Over the past year and a half, my life has changed dramatically. Some of those changes were good, others were not so good. Still, I try my best to take changes as they come, learn from them what I can and keep taking steps towards achieving my goals. In my opinion, that’s the most effective approach to living my life.
Part of the process of accepting change is observing change. And I truly believe that observation is a silent process. It’s hard to observe and act at the same time–at least it is to me.
So, I’ve been in observation mode, mostly observing myself and my reactions and actions in dealing with myself in my environment, as well as just the environment itself. I’ve spent a lot of time in my head and subsequently in my body, i.e. I’ve been sorting through my mental blocks (negative self-talk/thinking) and how they impact my health and prevent me from quickly reaching my most important goals.

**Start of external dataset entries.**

#[pymethods]
impl PySpectrum {
    /// Energies, ascending, shape (count,).
    #[getter]
    fn energies<'py>(&self, py: Python<'py>) -> Bound<'py, PyArray1<f64>> {
        PyArray1::from_slice(py, &self.inner.energies)
    }
    /// Residual norms ‖Hψ − Eψ‖ (‖ψ‖ = 1), shape (count,).
    #[getter]
    fn residuals<'py>(&self, py: Python<'py>) -> Bound<'py, PyArray1<f64>> {
        PyArray1::from_slice(py, &self.inner.residuals)
    }
    /// Orthonormal coefficient vectors in the basis, shape (count, N) (B-orthonormal, cᵀBc = 1, for a generalized problem).
    #[getter]
    fn vectors<'py>(&self, py: Python<'py>) -> Bound<'py, PyArray2<f64>> {
        mat_t_to_py(py, self.inner.vectors.as_ref())
    }
    /// The basis' own points (grid points or quadrature nodes).
    #[getter]
    fn x<'py>(&self, py: Python<'py>) -> Bound<'py, PyArray1<f64>> {
        PyArray1::from_slice(py, self.inner.basis().as_dyn().points())
    }
    /// Number of states.
    #[getter]
    fn count(&self) -> usize {
        self.inner.count()
    }
    /// The Heterostructure of a layered spectrum, else None.
    #[getter]
    fn heterostructure(&self, py: Python<'_>) -> PyResult<Option<Py<PyHeterostructure>>> {
        self.inner.hamiltonian.stack().map(|s| Py::new(py, PyHeterostructure { inner: s.clone() })).transpose()
    }
    /// Per-level error estimates |E(p+2) − E(p)| (energy units) of ``Heterostructure.solve``, else None.
    #[getter]
    fn errors<'py>(&self, py: Python<'py>) -> Option<Bound<'py, PyArray1<f64>>> {
        self.inner.errors.as_ref().map(|e| PyArray1::from_slice(py, e))
    }
    /// For a layered structure: True where the level lies below both cladding band edges
    /// (in a field, below the lower of the two), False for continuum (box) states; else None.
    #[getter]
    fn bound<'py>(&self, py: Python<'py>) -> Option<Bound<'py, PyArray1<bool>>> {
        self.inner.bound.as_ref().map(|b| PyArray1::from_slice(py, b))
    }
    /// The Hamiltonian whose eigenpairs these are.
    #[getter]
    fn hamiltonian(&self) -> PyHamiltonian {
        PyHamiltonian { inner: self.inner.hamiltonian.clone() }
    }
    /// Broadened absorption from state ``initial``: Σ_f f_if·L(E − (E_f − E_i)).
    ///
    /// Parameters
    /// ----------
    /// energies : array_like
    ///     Photon energies (energy units, finite).
    /// broadening : float
    ///     Line width (> 0): half width at half maximum (Lorentzian) or standard deviation (Gaussian).
    /// shape : {"lorentzian", "gaussian"}, default "lorentzian"
    ///     Unit-area line shape.
    /// initial : int, default 0
    ///     Initial state index, in [0, count − 1].
    ///
    /// Returns
    /// -------
    /// ndarray, shape (len(energies),)
    ///     Oscillator strength per unit energy; multiply by the material prefactor for an
    ///     absorption coefficient.
    ///
    /// Raises
    /// ------
    /// ValueError
    ///     Non-positive broadening, non-finite energies, unknown shape, ``initial`` out of range.
    ///
    /// Notes
    /// -----
    /// Only transitions between the ``count`` computed states enter: solve for enough states
    /// to cover the photon energies.
    #[pyo3(signature = (energies, broadening, shape="lorentzian", initial=0))]
    fn absorption<'py>(
        &self,
        py: Python<'py>,
        energies: &Bound<'py, PyAny>,
        broadening: f64,
        shape: &str,
        initial: usize,
    ) -> PyResult<Bound<'py, PyArray1<f64>>> {
        let shape = observables::LineShape::parse(shape).py(py)?;
        let e = vec_f64(energies, "energies", None)?;
        let a = observables::absorption(&self.inner, &e, broadening, shape, initial).py(py)?;
        Ok(PyArray1::from_vec(py, a))
    }
    /// ⟨n|g(x)|n⟩ for every state (g=None: ⟨x⟩).
    ///
    /// Parameters
    /// ----------
    /// g : callable, optional
    ///     Vectorised g(x) returning finite values, called once with the ``points`` sample
    ///     points; default None means g(x) = x.
    /// points : int, default 8192
    ///     Number of uniform points (≥ 16) spanning the basis' own points ``x`` (from the
    ///     smallest to the largest); the trapezoid rule on them.
    ///
    /// Returns
    /// -------
    /// ndarray, shape (count,)
    ///
    /// Raises
    /// ------
    /// ValueError
    ///     ``points`` < 16, ``g`` returns the wrong number of values or non-finite ones.
    ///
    /// Notes
    /// -----
    /// The range is that of ``x``: a state with weight outside it (a HermiteBasis state beyond
    /// the outermost nodes) is integrated only over the part inside. Second order in the
    /// spacing; ``matrix_elements`` is more accurate for smooth g.
    #[pyo3(signature = (g=None, points=8192))]
    fn expectation<'py>(&self, py: Python<'py>, g: Option<&Bound<'py, PyAny>>, points: usize) -> PyResult<Bound<'py, PyArray1<f64>>> {
        let (lo, hi) = observables::x_range(&self.inner);
        if points < 16 {
            return Err(pyo3::exceptions::PyValueError::new_err(format!("`points` must be an integer >= 16; got {points}")));
        }
        let xs: Vec<f64> = (0..points).map(|i| lo + (hi - lo) * i as f64 / (points - 1) as f64).collect();
        let gv = match g {
            None => xs.clone(),
            Some(f) => {
                let arr = PyArray1::from_slice(py, &xs);
                let v = vec_f64(&f.call1((arr,))?, "g", Some(points))?;
                crate::error::check_finite("g", &v).py(py)?;
                v
            }
        };
        let s = self.inner.clone();
        let out = py.detach(move || observables::expectation(&s, &xs, &gv)).py(py)?;
        Ok(PyArray1::from_vec(py, out))
    }
    /// Method used ("dense" or "iterative").
    #[getter]
    fn method(&self) -> &'static str {
        self.inner.method.name()
    }
    /// LOBPCG steps of the iterative path on the full basis (0 for dense).
    #[getter]
    fn iterations(&self) -> usize {
        self.inner.iterations
    }
    /// (basis size, LOBPCG steps) of each coarse level of the iterative path's multilevel start.
    ///
    /// Coarsest first; 0 steps means solved densely or already converged from the level below.
    /// Empty for dense and warm-started solves.
    #[getter]
    fn levels(&self) -> Vec<(usize, usize)> {
        self.inner.levels.clone()
    }
    /// Relative accuracy round-off allows each level, ε‖H‖/max(|E_i|, E_max − E_min, E_unit), shape (count,), with E_unit the lowest kinetic quantum of the domain.
    ///
    /// Above 1e-8, ``solve`` issues a ``specwell.AccuracyWarning``.
    #[getter]
    fn attainable_accuracy<'py>(&self, py: Python<'py>) -> Bound<'py, PyArray1<f64>> {
        PyArray1::from_slice(py, &self.inner.attainable)
    }
    /// How the result was produced when the automatic choice changed course, else None.
    #[getter]
    fn note(&self) -> Option<String> {
        self.inner.note.clone()
    }
    /// Unit system name.
    #[getter]
    fn units(&self) -> &'static str {
        self.inner.units().name()
    }
    /// The basis (for a heterostructure: the grid it was built on).
    #[getter]
    fn basis(&self, py: Python<'_>) -> PyResult<Py<PyAny>> {
        basis_to_py(py, self.inner.basis())
    }
    /// ψ_n(x) for every state, normalised ∫|ψ|² dx = 1.
    ///
    /// Parameters
    /// ----------
    /// x : array_like, optional
    ///     Points (length units, finite); default None: the basis' own points ``x``. Evaluated
    ///     with the basis functions themselves: the trigonometric series on a FourierGrid
    ///     (points must lie in [start, stop]), Hermite functions anywhere, element
    ///     polynomials on an ElementBasis (0 outside the elements).
    ///
    /// Returns
    /// -------
    /// ndarray, shape (count, len(x))
    ///     Real values (1/sqrt(length) units).
    ///
    /// Raises
    /// ------
    /// ValueError
    ///     ``x`` not finite, or outside the box of a FourierGrid.
    #[pyo3(signature = (x=None))]
    fn wavefunctions<'py>(&self, py: Python<'py>, x: Option<&Bound<'py, PyAny>>) -> PyResult<Bound<'py, PyArray2<f64>>> {
        let xs = match x {
            None => self.inner.basis().as_dyn().points().to_vec(),
            Some(obj) => {
                let v = vec_f64(obj, "x", None)?;
                crate::error::check_finite("x", &v).py(py)?;
                v
            }
        };
        let s = self.inner.clone();
        let w = py.detach(move || s.wavefunctions(&xs)).py(py)?;
        Ok(mat_t_to_py(py, w.as_ref()))
    }
    /// Position matrix ⟨i|x|j⟩, shape (count, count), length units.
    ///
    /// On a FourierGrid x is the grid coordinate (not periodic): meaningful for states that
    /// vanish at the box edges.
    fn dipole_matrix<'py>(&self, py: Python<'py>) -> PyResult<Bound<'py, PyArray2<f64>>> {
        let d = observables::dipole_matrix(&self.inner).py(py)?;
        Ok(mat_to_py(py, d.as_ref()))
    }
    /// f_ij = (2m_i/ħ²)(E_j − E_i)|⟨i|x|j⟩|², shape (count, count).
    ///
    /// m_i is the mass, or ⟨i|m(x)|i⟩ for a position-dependent mass (then the
    /// Thomas-Reiche-Kuhn sum rule holds only approximately).
    fn oscillator_strengths<'py>(&self, py: Python<'py>) -> PyResult<Bound<'py, PyArray2<f64>>> {
        let f = observables::oscillator_strengths(&self.inner).py(py)?;
        Ok(mat_to_py(py, f.as_ref()))
    }
    /// Overlaps ⟨ψ_i|φ_j⟩ with the states of ``other``, shape (len(self), len(other)).
    ///
    /// The squares are Franck-Condon factors when the two spectra are the vibrational
    /// levels of two electronic states. On the same basis (same kind, size and points)
    /// the overlap is exact (coefficients and the discretisation's overlap matrix B);
    /// on different bases (e.g. two Hermite bases centred on each potential's minimum)
    /// it is a composite Gauss-Lobatto-Legendre quadrature of ψ_i(x)φ_j(x) over the x
    /// range both bases cover: round-off accurate for smooth states, about 1e-7 where a
    /// state has a kink (layer interfaces) inside a quadrature panel.
    ///
    /// Parameters
    /// ----------
    /// other : Spectrum
    ///     The second set of states (same length unit; any basis).
    ///
    /// Returns
    /// -------
    /// ndarray, shape (len(self), len(other))
    ///
    /// Raises
    /// ------
    /// ValueError
    ///     The two bases share no x range.
    ///
    /// Notes
    /// -----
    /// On different bases only the common x range is integrated: weight of either state
    /// outside it is missing from the overlap.
    fn overlaps<'py>(&self, py: Python<'py>, other: PyRef<'py, PySpectrum>) -> PyResult<Bound<'py, PyArray2<f64>>> {
        let s = observables::overlaps(&self.inner, &other.inner).py(py)?;
        Ok(mat_to_py(py, s.as_ref()))
    }
    /// Matrix elements ⟨ψ_i|g(x)|ψ_j⟩, shape (count, count).
    ///
    /// Parameters
    /// ----------
    /// g : callable
    ///     Vectorised g(x) (x in the basis's length unit), called once with the
    ///     quadrature nodes (composite Gauss-Lobatto-Legendre over the basis's x range);
    ///     round-off accurate for smooth states and g, about 1e-7 where ψ or g has a kink.
    ///
    /// Raises
    /// ------
    /// TypeError
    ///     ``g`` is not callable.
    /// ValueError
    ///     ``g`` returns the wrong number of values or non-finite ones.
    fn matrix_elements<'py>(&self, py: Python<'py>, g: &Bound<'py, PyAny>) -> PyResult<Bound<'py, PyArray2<f64>>> {
        if !g.is_callable() {
            return Err(pyo3::exceptions::PyTypeError::new_err("`g` must be a vectorised callable g(x) returning one value per point"));
        }
        let (xs, ws) = observables::matrix_element_rule(&self.inner).py(py)?;
        let v = vec_f64(&g.call1((PyArray1::from_slice(py, &xs),))?, "g", Some(xs.len()))?;
        let m = observables::matrix_elements(&self.inner, &xs, &ws, &v).py(py)?;
        Ok(mat_to_py(py, m.as_ref()))
    }
    fn __len__(&self) -> usize {
        self.inner.count()
    }
    fn __reduce__<'py>(slf: &Bound<'py, Self>) -> PyResult<(Bound<'py, PyAny>, Bound<'py, PyTuple>)> {
        let py = slf.py();
        let s = &slf.get().inner;
        let rebuild = py.import("specwell._core")?.getattr("_spectrum_from_parts")?;
        let args = PyTuple::new(
            py,
            [
                Py::new(py, PyHamiltonian { inner: s.hamiltonian.clone() })?.into_any(),
                PyArray1::from_slice(py, &s.energies).into_any().unbind(),
                mat_t_to_py(py, s.vectors.as_ref()).into_any().unbind(),
                PyArray1::from_slice(py, &s.residuals).into_any().unbind(),
                s.method.name().into_pyobject(py)?.into_any().unbind(),
                s.iterations.into_pyobject(py)?.into_any().unbind(),
                match &s.errors {
                    Some(e) => PyArray1::from_slice(py, e).into_any().unbind(),
                    None => py.None(),
                },
            ],
        )?;
        Ok((rebuild, args))
    }
    fn _repr_html_(&self) -> String {
        let s = &self.inner;
        let sym = s.units().symbols();
        let eu = unit_suffix(sym[1]);
        let header = vec!["n".to_string(), format!("E{eu}"), format!("E − E₀{eu}"), format!("residual{eu}")];
        let e0 = s.energies.first().cloned().unwrap_or(0.0);
        // Decimals from each level's error estimate (elements) or its residual, which
        // bounds the error of a symmetric eigenvalue (Bauer-Fike).
        let err = |n: usize| s.errors.as_ref().map_or(s.residuals[n], |e| e[n].max(f64::EPSILON * s.energies[n].abs()));
        let mut header = header;
        if s.errors.is_some() {
            header.push(format!("error{eu}"));
        }
        let rows: Vec<Vec<String>> = (0..s.count())
            .map(|n| {
                let e = s.energies[n];
                let mut row = vec![n.to_string(), fixed_to(e, err(n)), fixed_to(e - e0, err(n)), format!("{:.1e}", s.residuals[n])];
                if let Some(errs) = &s.errors {
                    row.push(format!("{:.1e}", errs[n]));
                }
                row
            })
            .collect();
        let states = if s.count() == 1 { "state" } else { "states" };
        let title = format!("Spectrum: {} {states}, {} method, {}", s.count(), s.method.name(), s.basis().as_dyn().describe());
        table(&title, &header, &rows, 50)
    }
    fn __repr__(&self) -> String {
        let unit = self.inner.units().symbols()[1];
        let s = &self.inner;
        let e: Vec<String> = (0..s.count().min(6)).map(|n| fixed_to(s.energies[n], s.errors.as_ref().map_or(s.residuals[n], |e| e[n]))).collect();
        let more = if self.inner.count() > 6 { ", …" } else { "" };
        format!("Spectrum(count={}, energies=[{}{}] {unit}, method={:?})", self.inner.count(), e.join(", "), more, self.inner.method.name())
    }
}
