@final
class Layer:
    """One layer: thickness (nm, > 0), conduction-band edge (meV), effective mass (m_e, > 0).

    Parameters
    ----------
    thickness : float
        Thickness (nm, finite, > 0).
    band_edge : float
        Conduction-band edge (meV, finite).
    mass : float
        Effective mass (m_e, finite, > 0).
    doping : float, keyword-only, default 0.0
        Net ionized dopant density (cm⁻³; donors > 0, acceptors < 0; |doping| ≤ 1e23), for
        Schrödinger-Poisson.
    permittivity : float or None, keyword-only, default None
        Static relative permittivity ε_r (> 0; needed where there is charge).
    nonparabolicity : float, keyword-only, default 0.0
        α (1/eV, in [0, 100]) of the energy-dependent mass m(E) = m (1 + α (E − E_c))
        (two-band Kane form); 0 for a parabolic band.

    Raises
    ------
    TypeError
        A non-numeric argument.

    Notes
    -----
    The values are checked when a ``Heterostructure`` is built from the layer (ValueError
    naming ``layers[i].thickness`` etc.), not here. Material parameters are the user's
    responsibility (see ``specwell.material`` for a table recalled from the literature).
    """

    def __new__(cls, thickness: float, band_edge: float, mass: float, *, doping: float = 0.0,
                permittivity: Optional[float] = None, nonparabolicity: float = 0.0) -> Layer: ...
    @classmethod
    def from_material(cls, material: Material, thickness: float, *, reference: Optional[Material] = None,
                      nonparabolicity: Optional[str] = "three_band", doping: float = 0.0) -> Layer:
        """A layer of ``material`` with the table's band edge, mass, permittivity and non-parabolicity.

        Parameters
        ----------
        material : Material
            From ``specwell.material``.
        thickness : float
            Thickness (nm, > 0).
        reference : Material, optional
            Band edge = the Γ conduction-band edge of ``material`` minus that of ``reference``
            (meV); default None: on the compilation's absolute scale (InSb valence band = 0).
        nonparabolicity : {"three_band", "two_band"} or None, default "three_band"
            Kane model of α (see ``Material.nonparabolicity``); None for a parabolic band.
        doping : float, default 0.0
            Net ionized dopant density (cm⁻³).

        Returns
        -------
        Layer

        Raises
        ------
        TypeError
            ``material`` or ``reference`` not a Material.
        ValueError
            Unknown ``nonparabolicity`` model.
        """
    @property
    def doping(self) -> float:
        """Net ionized dopant density (cm⁻³)."""
    @property
    def permittivity(self) -> Optional[float]:
        """Static relative permittivity, or None."""
    @property
    def nonparabolicity(self) -> float:
        """Non-parabolicity α (1/eV)."""
    @property
    def thickness(self) -> float:
        """Thickness (nm)."""
    @property
    def band_edge(self) -> float:
        """Conduction-band edge (meV)."""
    @property
    def mass(self) -> float:
        """Effective mass (m_e)."""

@final
class SelfConsistent:
    """A converged Schrödinger-Poisson solution (``Heterostructure.self_consistent``)."""

    @property
    def fermi_level(self) -> float:
        """Fermi level (meV); NaN when undefined (no charge)."""
    @property
    def spectrum(self) -> Spectrum:
        """The bound levels of the converged potential, on the element mesh."""
    @property
    def sheet_densities(self) -> npt.NDArray[np.float64]:
        """Electron sheet density of each level (cm⁻²)."""
    @property
    def iterations(self) -> int:
        """Iterations to self-consistency."""
    @property
    def residual(self) -> npt.NDArray[np.float64]:
        """max |U_out − U_in| (meV) of every iteration."""
    @property
    def note(self) -> Optional[str]:
        """Why the solution is special (the flat band of an undoped structure), else None."""
    def potential(self, z: npt.ArrayLike) -> npt.NDArray[np.float64]:
        """Total band edge E_c + field + electrostatic energy (meV) at z (nm); V_xc excluded.

        Parameters
        ----------
        z : array_like
            Positions (nm, finite).

        Returns
        -------
        ndarray, shape (len(z),)
        """
    def density(self, z: npt.ArrayLike) -> npt.NDArray[np.float64]:
        """Electron density n(z) = Σ_i N_i |ψ_i(z)|² (cm⁻³) at z (nm).

        Parameters
        ----------
        z : array_like
            Positions (nm, finite).

        Returns
        -------
        ndarray, shape (len(z),)
        """

def self_consistent_batch(stacks: Sequence[Heterostructure], temperature: float, *,
                          fermi_level: Optional[float] = None, surface_barrier: Optional[float] = None,
                          tol: float = 1e-6, max_iter: int = 100, exchange_correlation: bool = False,
                          accuracy: float = 1e-10, mixing: float = 0.3) -> list[SelfConsistent]:
    """``Heterostructure.self_consistent`` for many structures (a doping or gate sweep), in parallel.

    Rayon threads with the GIL released: one contiguous chunk of the sequence per thread, each
    item started from the previous item's electrostatic potential (so neighbouring items
    should be similar structures).

    Parameters
    ----------
    stacks : sequence of Heterostructure
        The structures, each with a permittivity on every layer.
    temperature : float
        K, > 0.
    fermi_level, surface_barrier, tol, max_iter, exchange_correlation, accuracy, mixing
        Keyword-only; as for ``Heterostructure.self_consistent`` (same defaults), applied to
        every structure.

    Returns
    -------
    list of SelfConsistent
        One per structure, in order.

    Raises
    ------
    TypeError
        An item is not a Heterostructure.
    ValueError
        As for ``Heterostructure.self_consistent``.
    ConvergenceError
        Some item did not converge within ``max_iter``.
    """

@final
class Material:
    """Parameters of a III-V material at a composition and temperature (``specwell.material``).

    Band parameters from Vurgaftman, Meyer & Ram-Mohan, J. Appl. Phys. 89, 5815 (2001),
    alloys with that compilation's bowing parameters; permittivities from a handbook.
    Every value in the table was recalled from memory (see ``source``): verify the
    parameters you rely on against the publications before using them for real work.
    Energies in meV, masses in m_e.
    """

    @property
    def name(self) -> str:
        """Material name as given to ``specwell.material`` (one of ``specwell.MATERIALS``)."""
    @property
    def x(self) -> Optional[float]:
        """Composition of a ternary (AlGaAs: Al fraction; InGaAs, InAlAs: In fraction; GaAsSb, InAsSb, AlAsSb: Sb fraction)."""
    @property
    def temperature(self) -> float:
        """Temperature (K) the gap was evaluated at (Varshni form)."""
    @property
    def band_gap(self) -> float:
        """Γ band gap E_g(T) (meV)."""
    @property
    def valence_band(self) -> float:
        """Valence-band maximum on the compilation's common scale (meV; InSb = 0)."""
    @property
    def conduction_band(self) -> float:
        """Γ conduction-band edge, valence_band + band_gap (meV)."""
    @property
    def mass(self) -> float:
        """Γ electron effective mass (m_e)."""
    @property
    def kane_energy(self) -> float:
        """Kane energy E_P (meV)."""
    @property
    def spin_orbit(self) -> float:
        """Spin-orbit splitting Δ_so (meV)."""
    @property
    def permittivity(self) -> float:
        """Static relative permittivity."""
    @property
    def lattice_constant(self) -> float:
        """Lattice constant at 300 K (Å)."""
    @property
    def source(self) -> str:
        """Where the row's numbers come from."""
    def nonparabolicity(self, model: str = "three_band") -> float:
        """Conduction-band non-parabolicity α (1/eV) of m(E) = m(1 + α(E − E_c)).

        Parameters
        ----------
        model : {"three_band", "two_band"}, default "three_band"
            Kane model: "three_band" includes the spin-orbit splitting Δ_so; "two_band" gives
            α ≈ 1/E_g.

        Returns
        -------
        float

        Raises
        ------
        ValueError
            Unknown model.
        """

def material(name: str, x: Optional[float] = None, temperature: float = 300.0) -> Material:
    """Parameters of a III-V material at a composition and temperature.

    Parameters
    ----------
    name : str
        One of ``specwell.MATERIALS`` (e.g. "GaAs", "AlGaAs").
    x : float, optional
        Composition of a ternary, 0 ≤ x ≤ 1 (see ``Material.x`` for which element); None
        for a binary (required for a ternary).
    temperature : float, default 300.0
        K, in [0, 800]; the band gap follows the Varshni form.

    Returns
    -------
    Material

    Notes
    -----
    The table's values were recalled from memory of the published compilation (see
    ``Material.source``): verify the parameters you rely on before using them for real work.

    Raises
    ------
    ValueError
        Unknown name (the message lists the choices), x missing or outside [0, 1], x for a
        binary, temperature out of range.
    """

On the subject of health: I’m glad to state that my health has been truly awesome, and that my fibromyalgia symptoms have diminished significantly. I’ve had fewer flares, fibrofog moments and have been getting enough normal/restful sleep (between 7-9 hours). Also, I’ve been walking for about 1 hour almost daily and have recently started the BeachBody On-Demand 30-Day Free Trial that has a great deal of exercise programs for people of all levels. If you have fibromyalgia and are interested in starting or improving an exercise program, I would say check it out because it allows for you to select programs by type: cardio, muscle building, less than 30 minutes, slim and tone, dance, low impact, and yoga. Personally, I am sticking with less than 30 minutes, low impact, dance and yoga.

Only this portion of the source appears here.